3. The seller, who is an individual, trust, estate, or a corporation without a permanent place of business in California,
executes a written certificate under the penalty of perjury of any of the following:
a. The California real property being conveyed is the seller's or decedent's principal residence (within the meaning of
Section 121 of the Internal Revenue Code (IRC)).
b. The last use of the property being conveyed was by the transferor as the transferor's principal residence (within
the meaning of IRC Section 121 ).
c. The California real property being conveyed is, or will be; exchanged for property of like kind (within the meaning
of IRC Section 1031), but only to the extent of the amount of gain not required to be recognized for California income
tax purposes under IRC Section 1031.
d. The California real property has been compulsorily or involuntarily converted (within the meaning of IRC Section
1033) and the seller intends to acquire property similar or related in service or use so as to be eligible for
nonrecognition of gain for California income tax purposes under IRC Section 1033.

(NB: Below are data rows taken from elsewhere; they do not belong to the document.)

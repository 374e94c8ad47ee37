import { expect, test, type Locator } from "@playwright/test";
import { signInAs } from "../support/browser";
import { anonymous, signedIn, type Agent } from "../support/session";
import { createTankWithDevice } from "../support/fleet";
import { PHONE } from "../support/phone";

// The kit on the device screens: tables that sort from their headers (channels, keys) and become
// labelled cards on a phone, the device form reading a decimal comma through react-hook-form and the
// API's schema, revoking a key behind the kit's confirmation, and device health's URL read through
// its schema with "Clear filters".

let admin: Agent;
let fleet: Awaited<ReturnType<typeof createTankWithDevice>>;
// Channel index → maximum range sent (m). Sorted by range the indexes read 1, 0, 2.
const MAX_RANGE_M: Record<number, number> = { 0: 4, 1: 2.5, 2: 6 };
const keyPrefixes: string[] = [];

const prefixOf = (apiKey: string) => apiKey.split("_")[1];
// Round-trip echo of 1.2 m at 20 °C (t = 2·d/c, c = 343.2 m/s, REFERENCES.md §2).
const reading = (key: string, seq: number) =>
  anonymous().post("/api/v1/readings").set("Authorization", `Bearer ${key}`).send({ readings: [{ seq, channel: 0, echo_us: 6992.7, air_temp_c: 20 }] });

test.beforeAll(async () => {
  test.setTimeout(120_000);
  admin = await signedIn("admin@halftrip.test");
  fleet = await createTankWithDevice(admin, {
    device: { channels: Object.entries(MAX_RANGE_M).map(([index, max]) => ({ index: Number(index), max_range_m: max })) },
  });
  keyPrefixes.push(prefixOf(fleet.apiKey));
  // Two rotations: three keys, created one after the other, the first two revoked.
  for (let i = 0; i < 2; i++) {
    const rotated = await admin.post(`/api/devices/${fleet.device.id}/key`).expect(201);
    keyPrefixes.push(prefixOf(rotated.body.api_key));
    fleet.apiKey = rotated.body.api_key;
  }
});

const column = (table: Locator, label: string) => table.locator(`tbody td[data-label='${label}']`);
const texts = async (cells: Locator) => (await cells.allTextContents()).map((t) => t.trim());

test("the device's channels and keys sort from their headers, with aria-sort", async ({ page }) => {
  await signInAs(page, "viewer@halftrip.test");
  await page.goto(`/devices/${fleet.device.id}`);

  const channels = page.getByRole("region", { name: "Channels" });
  const maxRange = channels.getByRole("columnheader", { name: /Max range/ });
  await expect(maxRange).toHaveAttribute("aria-sort", "none");
  await expect.poll(() => texts(column(channels, "Index"))).toEqual(["0", "1", "2"]);
  await maxRange.getByRole("button").click();
  await expect(maxRange).toHaveAttribute("aria-sort", "ascending");
  await expect.poll(() => texts(column(channels, "Index"))).toEqual(["1", "0", "2"]);
  await maxRange.getByRole("button").click();
  await expect(maxRange).toHaveAttribute("aria-sort", "descending");
  await expect.poll(() => texts(column(channels, "Index"))).toEqual(["2", "0", "1"]);

  const keys = page.getByRole("region", { name: "Keys" });
  const created = keys.getByRole("columnheader", { name: /Created/ });
  const shownPrefixes = async () => (await texts(column(keys, "Prefix"))).map((p) => p.split("_")[1]);
  await created.getByRole("button").click();
  await expect(created).toHaveAttribute("aria-sort", "ascending");
  await expect.poll(shownPrefixes).toEqual(keyPrefixes);
  await created.getByRole("button").click();
  await expect(created).toHaveAttribute("aria-sort", "descending");
  await expect.poll(shownPrefixes).toEqual([...keyPrefixes].reverse());
  // The active key is the one shown as such.
  await expect(keys.getByRole("row", { name: new RegExp(keyPrefixes[2]) })).toContainText("active");
});

test.describe("at 390 px", () => {
  test.use({ viewport: PHONE });

  test("the channels table becomes one card per channel, each value beside its column's name", async ({ page }) => {
    await signInAs(page, "viewer@halftrip.test");
    await page.goto(`/devices/${fleet.device.id}`);
    const channels = page.getByRole("region", { name: "Channels" });
    await expect(column(channels, "Index")).toHaveCount(3);
    // The header row is left to screen readers; each cell names its column itself.
    const headerBox = await channels.locator("thead").boundingBox();
    expect(headerBox?.height ?? 0).toBeLessThanOrEqual(1);
    const firstRow = channels.locator("tbody tr").first();
    const [index, asset, max] = [firstRow.locator("td[data-label='Index']"), firstRow.locator("td[data-label='Asset']"), firstRow.locator("td[data-label='Max range']")];
    expect(await max.evaluate((td) => getComputedStyle(td, "::before").content)).toBe('"Max range"');
    // Stacked: one cell under the other, each as wide as the card, inside the phone's width.
    const [a, b, c] = [await index.boundingBox(), await asset.boundingBox(), await max.boundingBox()];
    expect(a && b && c).toBeTruthy();
    expect(b!.y).toBeGreaterThanOrEqual(a!.y + a!.height - 1);
    expect(c!.y).toBeGreaterThanOrEqual(b!.y + b!.height - 1);
    expect(Math.abs(a!.x - c!.x)).toBeLessThanOrEqual(1);
    expect(c!.x + c!.width).toBeLessThanOrEqual(PHONE.width);
    expect(await page.evaluate(() => document.documentElement.scrollWidth)).toBeLessThanOrEqual(PHONE.width);
  });
});

test("the device form reads a decimal comma, says when a box holds no number, and goes back to the device", async ({ page }) => {
  await signInAs(page, "admin@halftrip.test");
  await page.goto(`/devices/${fleet.device.id}/edit`);
  const row = page.getByRole("group", { name: "Channel row 2" });
  await expect(row.getByLabel("Index")).toHaveValue("1");
  const maxRange = row.getByLabel("Max range (m)");
  await expect(maxRange).toHaveValue("2.5");

  // Not a number: the message sits beside the box and nothing is saved.
  await maxRange.fill("3,7,5");
  await page.getByRole("button", { name: "Save device" }).click();
  await expect(row.getByText("Type a number, such as 2.5 or 2,5.")).toBeVisible();
  await expect(maxRange).toHaveAttribute("aria-invalid", "true");
  const unchanged = (await admin.get(`/api/devices/${fleet.device.id}`).expect(200)).body.channels;
  expect(unchanged.find((c: { index: number }) => c.index === 1).max_range_m).toBe(2.5);

  // "3,75" is 3.75 m, not 375 m (which the schema would refuse: at most 50 m).
  await maxRange.fill("3,75");
  await page.getByRole("button", { name: "Save device" }).click();
  await expect(page).toHaveURL(new RegExp(`/devices/${fleet.device.id}$`));
  const saved = (await admin.get(`/api/devices/${fleet.device.id}`).expect(200)).body.channels;
  expect(saved.find((c: { index: number }) => c.index === 1).max_range_m).toBeCloseTo(3.75, 9);
  await expect(page.getByRole("region", { name: "Channels" }).getByRole("row", { name: /3\.75/ })).toBeVisible();
});

test("revoking a key asks through the kit's dialog: cancel keeps the key working, confirm stops it", async ({ page }) => {
  expect((await reading(fleet.apiKey, 1)).status).toBe(202);
  await signInAs(page, "admin@halftrip.test");
  await page.goto(`/devices/${fleet.device.id}`);
  const dialog = page.getByRole("dialog", { name: "Revoke this device's key?" });

  await page.getByRole("button", { name: "Revoke key" }).click();
  await expect(dialog).toContainText("Every key of this device stops working at once");
  // Cancel has the focus: a stray Enter does not revoke.
  await expect(dialog.getByRole("button", { name: "Cancel" })).toBeFocused();
  await dialog.getByRole("button", { name: "Cancel" }).click();
  await expect(dialog).toBeHidden();
  expect((await reading(fleet.apiKey, 2)).status).toBe(202);

  await page.getByRole("button", { name: "Revoke key" }).click();
  await page.keyboard.press("Escape");
  await expect(dialog).toBeHidden();
  expect((await reading(fleet.apiKey, 3)).status).toBe(202);

  await page.getByRole("button", { name: "Revoke key" }).click();
  await dialog.getByRole("button", { name: "Revoke key" }).click();
  await expect(dialog).toBeHidden();
  await expect(page.getByRole("status").filter({ hasText: "The key is revoked" })).toBeVisible();
  await expect(page.getByRole("region", { name: "Keys" }).getByRole("row", { name: new RegExp(keyPrefixes[2]) })).not.toContainText("active");
  expect((await reading(fleet.apiKey, 4)).status).toBe(401);
});

test("device health reads its filters from the URL through their schema and clears them", async ({ page }) => {
  await signInAs(page, "viewer@halftrip.test");
  // A state the schema does not know is dropped; a known flag is kept.
  await page.goto(`/health?state=sleeping&flag=drift&q=${fleet.device.serial}`);
  await expect(page.getByLabel("State")).toHaveValue("");
  await expect(page.getByLabel("Sensor flag")).toHaveValue("drift");
  await expect(page.getByLabel("Name or serial")).toHaveValue(fleet.device.serial);
  await expect(page.getByRole("region", { name: "Device health" })).toContainText("No device matches these filters.");

  await page.getByRole("button", { name: "Clear filters" }).click();
  await expect(page).not.toHaveURL(/flag=|q=|state=/);
  await expect(page.getByLabel("Sensor flag")).toHaveValue("");
  await expect(page.getByLabel("Name or serial")).toHaveValue("");
  await expect(page.getByRole("button", { name: "Clear filters" })).toHaveCount(0);
});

e. The California real property transaction will result in a loss or net gain not required to be recognized for California
income tax purposes.
The seller is subject to penalty for knowingly filing a fraudulent certificate for the purpose of avoiding the withholding
requirement.
Contact FTB: For additional information regarding California withholding or for the Alternative Withholding, contact the
Franchise Tax Board at (toll free) 888-792-4900), by e-mail WSCS.GEN@ftb.ca.gov; or visit their website at
www.ftb.ra.gov.
C. FEDERAL WITHHOLDING & REPORTING
Certain federal reporting and withholding requirements exist for real estate transactions where the seller (transferor) is
a non-resident alien, a non-domestic corporation, partnership, or limited liability company; or a domestic corporation,
partnership or limited liability company controlled by non-residents; or non-resident corporations, partnerships or
limited liability companies.
D. TAXPAYER IDENTIFICATION DISCLOSURE
Federal and state laws require that certain forms include a party's TIN and that such forms or copies of the forms be
provided to the other party and to the applicable governmental authorities. Parties to a real estate transaction
involving seller-provided financing are required to furnish, disclose, and include the other party's TIN in their tax
returns. Escrow Holder is authorized to release a party's TINs and copies of statutory forms to the other party and to
the applicable governmental authorities in the foregoing circumstances. The parties agree to hold Escrow Holder
harmless against any fees, costs, or judgments incurred and/or awarded because of the release of their TIN as
authorized herein.
THIS COMPANY CONDUCTS ESCROW BUSINESS UNDER CERTIFICATE OF AUTHORITY ISSUED BY THE STATE OF CALIFORNIA DEPARTMENT OF INSURANCE.